We already have a way of using sample size for statistics, confidence intervals. The smaller the sample size, the larger the confidence interval for a specific confidence level. We will never get confidence intervals that do not overlap when using a level of 95% when deciding on a load recipe, there simply is no way to do it with how short of a barrel life we have. As such we need to settle for a lower confidence level. Sample size of 3 is more or less useless, 5 isn't great, 10 is much better etc.
One trick you can do is what people do for OCW without even knowing it. Simply by saying, "I am looking for consecutive powder charges or seating depth that have similar POI" you are increasing your sample size by putting 3 groups into one box. Example:
Box A = 40.0, 40.2, 40.4
Box B = 40.2, 40.4, 40.6
Box C = 40.4, 40.6, 40.8
etc
So you took 3 shot groups and turned them into a sample of 9.
The Scott Satterlee test has a sample size of 1, so even with putting consecutive "groups" into a "box" that leaves you with 3, which is still trash. My velocity graphs are basically a straight line with 5 and 10 shot groups, no flat spots (at best the slope may vary but it has never flattened out).
I think most people don't shoot enough shots but I also don't think 50 rounds per interval is necessary.
I shot a ladder test at 600 5 times. Grouping consecutive charges gives me a sample of 15.
I used Sub MOA on iOS to get the center of each Box and then used that to get the mean radius, standard deviation and confidence interval.
The numbers are basically grid values in paint but it is all relative so it doesn't matter the actual MOA value.
Box A: 1, 2, 3
SD: 17.3
Avg: 26.4
90% Confidence Interval of Avg: 19.1 to 33.7
70% Confidence Interval of Avg: 21.8 to 31
Box B: 2, 3, 4
SD: 16
Avg: 22
90% Confidence Interval of Avg: 15.2 to 28.8
70% Confidence Interval of Avg: 17.7 to 26.3
60% Confidence Interval of Avg: 18.5 to 25.5
50% Confidence Interval of Avg: 19.2 to 24.8
Box C: 3, 4, 5
SD: 11.2
Avg: 16.9
90% Confidence Interval of Avg: 12.2 to 21.6
70% Confidence Interval of Avg: 13.9 to 19.9
60% Confidence Interval of Avg: 14.5 to 19.4
50% Confidence Interval of Avg: 15 to 18.9
Box D: 4, 5, 6
SD: 22.6
Avg: 34.9
90% Confidence Interval of Avg: 25.3 to 44.5
70% Confidence Interval of Avg: 28.8 to 40.9
There is a pretty large overlap of the confidence interval for 90%. If we look at 70%, Box C has no overlap with D and A (Max C Less than Min A and Min D) but there is still an overlap with B. There is still an overlap at 60%, we need to drop to 50% to have no overlap between C and B.
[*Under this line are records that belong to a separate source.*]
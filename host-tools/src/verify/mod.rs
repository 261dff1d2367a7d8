//! `tidewire verify`: how close the fixed-point core comes to the physics, for one plant.
//!
//! Three runs over the plant's own drive: the core (fixed point, as on the rig), the f64
//! twin (same network, ideal arithmetic) and the exact reference (telegrapher's equations in
//! the frequency domain). Core − exact is the total error; it splits into model error
//! (twin − exact: delay quantization, lumping, bilinear elements) and arithmetic error
//! (core − twin). Each figure is judged against the plant's tolerances.
//!
//! Normalization: voltage probes against the drive step (the drive's peak EMF); current
//! probes against the largest exact current of that probe. The exact reference does not
//! model scheduled events, so for plants with events the core − exact figures cover the
//! samples before the first event and the core − twin figures cover the whole run.

pub mod lattice;
pub mod metrics;

use crate::compile::Compiled;
use crate::host_core::{run_core, CoreRun};
use crate::plant::{Plant, PlantError, ProbeKind};
use crate::reference::{exact_response, ExactOptions};
use crate::twin;

/// Figures of one probe.
#[derive(Debug, Clone, PartialEq)]
pub struct ProbeFigures {
    pub name: String,
    pub unit: &'static str,
    /// Normalization of the % figures (V for voltages, A for currents).
    pub norm: f64,
    pub max_error: f64,
    pub rms_error: f64,
    /// core − twin, largest (arithmetic error).
    pub arithmetic_error: f64,
    /// twin − exact, largest (model error).
    pub model_error: f64,
    /// First-edge arrival (samples) of the core and of the exact reference.
    pub arrival_core: Option<f64>,
    pub arrival_exact: Option<f64>,
    pub final_core: f64,
    /// DC operating point (voltages) or the exact final value (currents).
    pub final_expected: f64,
    /// Settling to 1 % and 5 % of the norm, seconds after the drive's edge.
    pub settle_1: Option<f64>,
    pub settle_5: Option<f64>,
    /// Peak overshoot and undershoot, fractions of the norm.
    pub overshoot: f64,
    pub undershoot: f64,
    pub pass_max: bool,
    pub pass_rms: bool,
    pub pass_final: bool,
    pub pass_arrival: bool,
}

impl ProbeFigures {
    /// Every judged figure within tolerance.
    pub fn pass(&self) -> bool {
        self.pass_max && self.pass_rms && self.pass_final && self.pass_arrival
    }
}

/// All traces of a verification run, for plots and CSV.
#[derive(Debug, Clone, PartialEq)]
pub struct Traces {
    pub core: CoreRun,
    pub twin: twin::Recording,
    pub exact: Vec<Vec<f64>>,
    pub dt: f64,
    /// Samples compared against the exact reference.
    pub exact_len: usize,
}

/// The outcome of `verify`.
#[derive(Debug, Clone, PartialEq)]
pub struct Verification {
    pub probes: Vec<ProbeFigures>,
    pub step: f64,
    pub samples: usize,
    pub exact_samples: usize,
    pub wrap_bound: f64,
    pub tolerances: crate::plant::Tolerances,
}

impl Verification {
    pub fn pass(&self) -> bool {
        self.probes.iter().all(|p| p.pass())
    }
}

fn located(file: &str, e: impl std::fmt::Display) -> PlantError {
    PlantError {
        file: file.into(),
        line: 0,
        column: 0,
        field: String::new(),
        message: e.to_string(),
        hint: String::new(),
    }
}

/// Run the three models and judge the figures. `record` lists core lines whose end waves
/// are kept for the lattice view.
pub fn verify(
    plant: &Plant,
    file: &str,
    c: &Compiled,
    record: &[u16],
    progress: &(dyn Fn(usize) + Sync),
) -> Result<(Verification, Traces), PlantError> {
    let n = c.samples;
    let core = run_core(c, n, record, progress).map_err(|e| located(file, e))?;
    let tw = twin::run(c, n, record);
    let exact_len = c.events.first().map_or(n, |e| e.sample.min(n)).max(1);
    let opts = ExactOptions { samples: exact_len, ..ExactOptions::for_plant(plant) };
    let ex = exact_response(plant, &opts).map_err(|e| located(file, e))?;
    let exact: Vec<Vec<f64>> = ex.traces.iter().map(|t| t.values.clone()).collect();
    let step = c.host_drive.emf().iter().fold(0.0f64, |m, x| m.max(x.abs()));
    let e_final = c.host_drive.emf().last().copied().unwrap_or(0.0);
    let dc = crate::reference::dc_operating_point(plant, e_final).ok();
    let edge = c.host_drive.emf().iter().position(|x| x.abs() > 0.0).unwrap_or(0);
    let tol = plant.tolerances;
    let mut probes = vec![];
    for (k, p) in plant.probes.iter().enumerate() {
        let cr = &core.recording.probes[k];
        let tr = &tw.probes[k];
        let xr = &exact[k];
        let is_v = matches!(p.kind, ProbeKind::Voltage(_));
        let norm = if is_v { step } else { xr.iter().fold(0.0f64, |m, v| m.max(v.abs())).max(1e-12) };
        let (max_error, rms_error) = metrics::errors(&cr[..exact_len.min(cr.len())], xr);
        let (arithmetic_error, _) = metrics::errors(cr, tr);
        let (model_error, _) = metrics::errors(&tr[..exact_len.min(tr.len())], xr);
        let level = 0.05 * xr.iter().fold(0.0f64, |m, v| m.max(v.abs()));
        let arrival_exact = metrics::arrival(xr, level);
        let arrival_core = metrics::arrival(&cr[..exact_len.min(cr.len())], level);
        let final_core = cr.last().copied().unwrap_or(0.0);
        let final_expected = match (p.kind, &dc, c.events.is_empty()) {
            (ProbeKind::Voltage(node), Some(dc), true) => dc[node],
            (_, _, true) => xr.last().copied().unwrap_or(0.0),
            // With events the plant's final state is the twin's.
            _ => tr.last().copied().unwrap_or(0.0),
        };
        let s = |band: f64| metrics::settling(cr, final_expected, band * norm, edge).map(|k| k as f64 * c.dt);
        let (overshoot, undershoot) = metrics::overshoot(cr, final_expected, norm);
        let pass_arrival = match (arrival_core, arrival_exact) {
            (Some(a), Some(b)) => (a - b).abs() <= tol.arrival_samples,
            (None, None) => true,
            _ => false,
        };
        probes.push(ProbeFigures {
            name: p.name.clone(),
            unit: if is_v { "V" } else { "A" },
            norm,
            max_error,
            rms_error,
            arithmetic_error,
            model_error,
            arrival_core,
            arrival_exact,
            final_core,
            final_expected,
            settle_1: s(0.01),
            settle_5: s(0.05),
            overshoot,
            undershoot,
            pass_max: max_error <= tol.max_error * norm,
            pass_rms: rms_error <= tol.rms_error * norm,
            pass_final: (final_core - final_expected).abs() <= tol.final_error * norm,
            pass_arrival,
        });
    }
    let v =
        Verification { probes, step, samples: n, exact_samples: exact_len, wrap_bound: ex.wrap_bound, tolerances: tol };
    Ok((v, Traces { core, twin: tw, exact, dt: c.dt, exact_len }))
}
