//! The working-point check of `verify`: does the core settle where the physics does?
//!
//! After the plant's own run the core keeps its drive at the final value (a step's level, a
//! pulse's zero, a sample list's last value; a rig's device EMF likewise) for [`hold_samples`]
//! more samples, and every output code is watched over the second half of that hold: the
//! drive's output code and each probe's I/O code (`Profile::to_code` of the probe's raw
//! integer: truncated toward zero, saturated to i16). The exact response of a plant whose
//! paths all have loss settles to a constant, so any band left there is the fixed-point
//! arithmetic's: a limit cycle around the working point (`docs/firmware.md`, "Constant drive").
//! With a zero final drive the same check is the zero-input property: every code at 0.
//!
//! The band is judged against the plant's final-value tolerance, as codes (tolerance × drive
//! step / volts per code), and never tighter than [`FEW_CODES`]: a rig sees codes, and a
//! band inside the final-value tolerance is one the plant's author has accepted. A PWM drive
//! never holds a value: no check.
use crate::compile::{Compiled, ProfileKind};
use crate::host_core::{run_core_with, RunError, SampleOut};
use crate::plant::Tolerances;
use serde::Serialize;
use tidewire_core::{Narrow, Profile, Wide};

/// The band, in codes, that the check always accepts: "a few codes" [practice].
pub const FEW_CODES: u32 = 4;

/// The hold after a run of `run` samples: 16 runs, at least 2^16 and at most 2^20 samples
/// (a lightly damped plant's slowest mode must have died out in the exact response; the
/// second half is watched).
pub fn hold_samples(run: usize) -> usize {
    run.saturating_mul(16).clamp(1 << 16, 1 << 20)
}

/// One output over the watched half of the hold.
#[derive(Debug, Clone, PartialEq, Serialize)]
pub struct HoldOutput {
    /// `drive` (the drive's output code) or the probe's name.
    pub name: String,
    /// Lowest and highest code seen, and the last one.
    pub low: i16,
    pub high: i16,
    pub last: i16,
    /// high − low, codes.
    pub band: u32,
    pub pass: bool,
}

/// The check's figures.
#[derive(Debug, Clone, PartialEq, Serialize)]
pub struct HoldFigures {
    /// The drive's final EMF (V) held after the run.
    pub emf: f64,
    /// Samples held after the run, and how many of the last ones were watched.
    pub held: usize,
    pub watched: usize,
    /// The band accepted, codes (see the module notes).
    pub limit: u32,
    pub outputs: Vec<HoldOutput>,
}

impl HoldFigures {
    pub fn pass(&self) -> bool {
        self.outputs.iter().all(|o| o.pass)
    }

    /// The widest band, codes.
    pub fn widest(&self) -> u32 {
        self.outputs.iter().map(|o| o.band).max().unwrap_or(0)
    }
}

/// Run the check (`None` for a drive that never holds a value).
pub fn check(c: &Compiled, settles_to_dc: bool, tol: &Tolerances, step: f64) -> Result<Option<HoldFigures>, RunError> {
    if !settles_to_dc {
        return Ok(None);
    }
    let held = hold_samples(c.samples);
    let total = c.samples.saturating_add(held);
    let from = total - held / 2;
    let shift = u32::from(c.net.io_shift);
    let n_out = 1 + c.net.probes.len();
    let (mut low, mut high, mut last) = (vec![i16::MAX; n_out], vec![i16::MIN; n_out], vec![0i16; n_out]);
    let mut sink = |s: SampleOut<'_>| -> Result<(), RunError> {
        if s.n >= from {
            // The drive's code first, then each probe's I/O code.
            let codes = std::iter::once(s.drive_out).chain(s.raw.iter().map(|&r| to_code(c.profile, r, shift)));
            for (k, code) in codes.enumerate() {
                low[k] = low[k].min(code);
                high[k] = high[k].max(code);
                last[k] = code;
            }
        }
        Ok(())
    };
    run_core_with(c, total, &[], &mut sink)?;
    let vpc = f64::from(c.net.volts_per_code);
    let allowed = (tol.final_error * step / vpc).floor();
    let limit = if allowed.is_finite() && allowed > f64::from(FEW_CODES) {
        allowed.min(f64::from(u16::MAX)) as u32
    } else {
        FEW_CODES
    };
    let names = std::iter::once("drive".to_string()).chain(c.probe_names.iter().map(|(n, _)| n.clone()));
    let outputs = names
        .zip(low.iter().zip(&high).zip(&last))
        .map(|(name, ((&lo, &hi), &la))| {
            let band = (i32::from(hi) - i32::from(lo)).max(0) as u32;
            HoldOutput { name, low: lo, high: hi, last: la, band, pass: band <= limit }
        })
        .collect();
    Ok(Some(HoldFigures {
        emf: c.host_drive.emf().last().copied().unwrap_or(0.0),
        held,
        watched: held / 2,
        limit,
        outputs,
    }))
}

/// A probe's raw integer as the I/O code the core outputs: the profile's own `to_code`
/// (trunc(raw / 2^shift) toward zero, saturated to i16).
fn to_code(profile: ProfileKind, raw: i32, shift: u32) -> i16 {
    match profile {
        ProfileKind::Wide => <Wide as Profile>::to_code(raw, shift),
        ProfileKind::Narrow => <Narrow as Profile>::to_code(raw, shift),
    }
}

#[cfg(test)]
mod tests {
    use super::*;

    #[test]
    fn codes_truncate_toward_zero_and_saturate() {
        let w = |raw| to_code(ProfileKind::Wide, raw, 12);
        assert_eq!(w(4095), 0);
        assert_eq!(w(4096), 1);
        assert_eq!(w(-4095), 0);
        assert_eq!(w(-8193), -2);
        assert_eq!(w(i32::MAX), i16::MAX, "2^19 codes saturate");
        assert_eq!(w(i32::MIN), i16::MIN);
        assert_eq!(to_code(ProfileKind::Wide, i32::MAX, 0), i16::MAX);
        assert_eq!(to_code(ProfileKind::Wide, i32::MIN, 0), i16::MIN);
        assert_eq!(to_code(ProfileKind::Narrow, i32::MAX, 0), i16::MAX);
        assert_eq!(to_code(ProfileKind::Narrow, i32::MIN, 0), i16::MIN);
        assert_eq!(to_code(ProfileKind::Narrow, -7, 0), -7);
    }

    #[test]
    fn the_hold_is_sixteen_runs_within_its_bounds() {
        assert_eq!(hold_samples(10), 1 << 16);
        assert_eq!(hold_samples(10_000), 160_000);
        assert_eq!(hold_samples(10_000_000), 1 << 20);
    }
}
Keep in mind, I did 5 shots per charge weight when most people do 1 maybe 2. So the people who only have 1 or 2 shots per charge weight are going to have large confidence intervals for %'s of 50+.
You can mock the people who advocate for larger sample sizes all you want. Statistics and probability isn't a new thing. You can ignore it all you want but the fact is there is a hidden value (confidence interval at a specific level) when someone gives you a set of #'s for their group sizes or muzzle velocities or POI and leaving it out does a disservice to the practice of load development.
If you were to evaluate 10 pitchers to be on your baseball team, would you have them throw 1 pitch each? 3? 5? Just because reloading components are expensive and barrels have a limited life all of a sudden we are OK with using low sample sizes? Like I said earlier, there is a compromise but in my opinion 1 or 3 just isn't enough. People who say "I did the Scott Satterlee test and I got amazing results" either got lucky or are just using good components in a well put together rifle.
My stats for MV and Group Size at 100 yards were (5 Shots per):
1. SD 6.1 (deleted 1 MV {first of the day}), .6 MOA
2. SD 2.6, .525 MOA
3. SD 4.6, .32 MOA
4. SD 2.2, .5 MOA
5. SD 2.8, .32 MOA
6. SD 2.8, .33 MOA
The confidence level for having no overlap between #5 and the rest is very low, I am not even going to try to calculate it since I know a sample of 5 is going to require an insanely low confidence level (%). If I did a Satterlee test, it wouldn't matter which of these groups I ended up with, I would assume it was a success because I would be happy with any of these. The problem is we want a load that is going to be resilient, to resist change; temperature, erosion of lands, imperfect charge weight (scale variance), imperfect seating depth etc. I believe Audette Ladder test with 5+ shots per interval will get me there.